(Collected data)

--------

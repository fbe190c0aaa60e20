//! The local executor: runs a [`Plan`] over a [`Study`] on this machine, as the recipes say.
//!
//! Each subject's chain of units runs on its own rayon task (`--jobs N` sizes the pool), the
//! units of a chain in topological order; group units run afterwards, in order. Results are
//! collected by unit index, never in completion order, so outputs and manifests are identical
//! for any number of threads.
//!
//! Values are obtained on demand: from memory if a unit of the same chain just produced them,
//! else from the store (hash-checked), else by computing the unit — which is also what happens
//! when a cached object turns out to be damaged (with a warning) and for `cache: false` stages.
//! An array is dropped from memory as soon as the last consumer in its chain has run.
//! A failing unit stops its subject's chain; other chains finish and stay cached, group units
//! are skipped, and the run reports every failure with its stage and subject.

use std::collections::{BTreeMap, HashMap};
use std::sync::Arc;
use std::time::Instant;

use indicatif::ProgressBar;
use phasewise_stages::{Input, InputLayout, LabelledArray, Layout, Notes, OwnedInput, StageError};
use rayon::prelude::*;

use crate::fsio;
use crate::graph::UnitInput;
use crate::output::{self, ExportError, ExportFrom, ExportTarget};
use crate::parts;
use crate::pipeline::SOURCE;
use crate::plan::{Plan, Reason, Status};
use crate::recipe::{Decider, How, Known, Recipe};
use crate::slabs;
use crate::sources::Reader;
use crate::store::{LoadError, Lookup, ObjectRecord};
use crate::study::{RunError, Study, UnitFailure};

use super::{Executor, Job, Outcome, UnitResult, Warning};

/// The executor of one machine: each subject's chain on a task of the current rayon pool (a
/// run's [`super::pool`]), then the group units.
pub struct Local;

impl Executor for Local {
    fn execute(&self, job: Job<'_>) -> Result<Outcome, RunError> {
        execute(job)
    }
}

fn execute(job: Job<'_>) -> Result<Outcome, RunError> {
    let Job {
        study,
        plan,
        recipes,
        reader,
        bar,
    } = job;
    // Exports of objects this run wrote are linked by a thread of their own, which spends its
    // time waiting for the disk (the fsync that makes an export durable), so that the compute
    // threads go on meanwhile; the run waits for it before the manifest is written.
    std::thread::scope(|scope| {
        let (sender, queue) = std::sync::mpsc::channel::<(usize, Arc<ObjectRecord>)>();
        let exporter = scope.spawn(move || export_queued(study, recipes, queue));
        let ctx = Ctx {
            study,
            plan,
            planned: recipes,
            decider: Decider::new(study, plan),
            reader,
            bar,
            exports: sender,
        };
        let chains: Vec<Vec<usize>> = (0..study.sources.len())
            .map(|s| units_where(study, |u| study.units[u].subject == Some(s)))
            .collect();
        let done: Vec<ChainResult> = chains.par_iter().map(|c| ctx.run_chain(c)).collect();
        let mut merged = Merged::default();
        let mut prepared = HashMap::new();
        for mut chain in done {
            prepared.extend(std::mem::take(&mut chain.prepared));
            merged.absorb(chain);
        }
        if merged.failures.is_empty() {
            let group = units_where(study, |u| study.units[u].subject.is_none());
            let chain = ctx.run_chain_with(&group, prepared);
            merged.absorb(chain);
        }
        // Closes the queue: the exporter ends once it has linked what is in it.
        drop(ctx);
        let failures = exporter.join().unwrap_or_else(|_| {
            vec![UnitFailure {
                stage: String::new(),
                subject: None,
                message: "internal: the export thread panicked".into(),
                diagnostic: None,
            }]
        });
        merged.failures.extend(failures);
        merged.finish(study)
    })
}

--------

Up to and including the line with "use crate::graph::UnitInput;", restate the records above word for word from the very first line.

repository fbe190c0aaa60e20
//! The local executor: runs a [`Plan`] over a [`Study`] on this machine, as the recipes say.
//!
//! Each subject's chain of units runs on its own rayon task (`--jobs N` sizes the pool), the
//! units of a chain in topological order; group units run afterwards, in order. Results are
//! collected by unit index, never in completion order, so outputs and manifests are identical
//! for any number of threads.
//!
//! Values are obtained on demand: from memory if a unit of the same chain just produced them,
//! else from the store (hash-checked), else by computing the unit — which is also what happens
//! when a cached object turns out to be damaged (with a warning) and for `cache: false` stages.
//! An array is dropped from memory as soon as the last consumer in its chain has run.
//! A failing unit stops its subject's chain; other chains finish and stay cached, group units
//! are skipped, and the run reports every failure with its stage and subject.

use std::collections::{BTreeMap, HashMap};
use std::sync::Arc;
use std::time::Instant;

use indicatif::ProgressBar;
use phasewise_stages::{Input, InputLayout, LabelledArray, Layout, Notes, OwnedInput, StageError};
use rayon::prelude::*;

use crate::fsio;
use crate::graph::UnitInput;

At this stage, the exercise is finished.